Notre Dame QuarkNet Center


The University of Notre Dame QuarkNet Center is an educational program sponsored by the National Science Foundation (NSF) and the Department of Energy (DOE) whose aim is to support science education in schools by establishing a nationwide network of science teachers. It provides opportunities for teachers to learn firsthand about cutting-edge physics research at universities and establish mentoring relationships with physicists at universities and national laboratories.

Summer Research is the cornerstone of the Notre Dame QuarkNet program. In 2013, 17 teachers, 16 students, and 5 mentors worked on 9 different projects, including investigations into new scintillators, presentation of particle physics in the Notre Dame Digital Visual Theater (DVT), investigations using the CMS e-Lab, Project Gamma Ray Astrophysics at Notre Dame, and cosmic ray studies. 

Master Class

The master class, started in Europe, is a main educational activity of the European Particle Physics Outreach Group and QuarkNet manages the project in the United States. The goal of the master class is to bring particle physics data to students, make measurements, and learn how physicists conduct their work.

The London-based group International Innovation, a leading scientific dissemination service, recently published an article on the QuarkNet master class. "Spreading the net" has been made available courtesy of International Innovation.

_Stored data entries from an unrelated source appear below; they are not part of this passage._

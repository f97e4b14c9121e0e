"""Flatten a tagged PDF's structure tree: drop the grouping elements that carry no meaning.

WeasyPrint tags every HTML box it lays out: a ``<span>`` becomes a ``Span`` element, a ``<div>``
a ``Div``, an anonymous box a ``NonStruct``. In a calculation package most structure elements
are of these three kinds (about 14,000 of the 20,000 elements of a 100-page package), each an
object of its own in the file. Signing and verifying cost time in proportion to the objects of
the file (the signature's difference analysis walks the object graph once per revision), and a
reader of the tags gains nothing from them: ``Span``, ``Div`` and ``NonStruct`` are grouping
types with no semantics of their own (ISO 32000-1 §14.8.4.2 and §14.8.4.4, table 333 and 338),
so a reader takes their content as the content of the enclosing element.

:func:`flatten_structure` replaces each such element, in its parent's ``/K``, by its own kids in
order, when it carries nothing but its type, parent, page and kids (no ``/A`` attributes,
``/C`` classes, ``/ID``, ``/Alt``, ``/ActualText``, ``/E``, ``/Lang``, ``/T`` or revision
``/R``): then nothing is lost. Every other element is kept -- the document and its sections,
headings, paragraphs, lists (``L``, ``LI``, ``Lbl``, ``LBody``), tables (``Table``, ``THead``,
``TBody``, ``TR``, ``TH``, ``TD``), figures with their alternative text, captions and links -- and
so is any ``Span``, ``Div`` or ``NonStruct`` with an attribute.

What moves with the content (ISO 32000-1 §14.7.4):

- a marked-content id (``MCID``) given as an integer belongs to the page of its element
  (``/Pg``, inherited from the nearest ancestor that has one); moved to an owner on another page
  (or with no ``/Pg``) it becomes a marked-content reference ``<< /Type /MCR /Pg page /MCID n >>``;
- the parent tree (the number tree from each page's ``/StructParents`` to an array of the
  elements owning its ids, and from each annotation's ``/StructParent`` to its element) names the
  new owner wherever it named a dropped element;
- object references (``/OBJR``) to annotations move like content; a kept element's ``/P`` names
  its new parent.

The dropped elements are then unreachable, and :func:`drop_unreachable` frees every object that
can no longer be reached from the document catalog or the information dictionary, so that they
are not written.
"""

from __future__ import annotations

import re
from collections.abc import Iterator
from dataclasses import dataclass
from typing import Any

__all__ = ["FlattenResult", "drop_unreachable", "flatten_structure"]

FLATTENED_TYPES = frozenset({"/Span", "/Div", "/NonStruct"})
"""Structure types with no meaning of their own (ISO 32000-1 §14.8.4: grouping and inline
elements), dropped when they carry no attribute."""

_BARE_KEYS = frozenset({"/Type", "/S", "/P", "/Pg", "/K"})
"""The keys an element may have and still be dropped: anything else (attributes, classes,
identifiers, alternative or replacement text, language, title, revision) is kept with it."""


@dataclass(frozen=True)
class FlattenResult:
    """What :func:`flatten_structure` did.

    Attributes:
        elements_before: structure elements reachable from the tree root before.
        elements_after: the same, after.
        moved_ids: marked-content ids that moved to another element.
        artifacts: marked-content sequences of copied page-margin boxes, which no element of
            the tree held, marked as pagination artifacts.
    """

    elements_before: int
    elements_after: int
    moved_ids: int
    artifacts: int = 0


def _kids(value: Any) -> list[Any]:
    """A ``/K`` value as a list (it may be one kid or an array of kids)."""
    from pypdf.generic import ArrayObject

    if value is None:
        return []
    target = value.get_object()
    if isinstance(target, ArrayObject):
        return list(target)
    return [value]


def _is_element(obj: Any) -> bool:
    from pypdf.generic import DictionaryObject

    return (
        isinstance(obj, DictionaryObject)
        and "/S" in obj
        and obj.get("/Type")
        not in (
            "/MCR",
            "/OBJR",
        )
    )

The reach of the master class will continue to grow.   The QuarkNet Center recently received an $8,000 Luksic Collaboration grant from Notre Dame International  to create a partnership in particle physics education between Notre Dame and Pontifical Catholic University in Santiago, Chile. The highlight of the partnership will be an international master class, which will bring high school students from Indiana and Chile together online. Similar to typical international research collaborations, the students will join each other in a video conference at the end of each day to discuss and combine their results.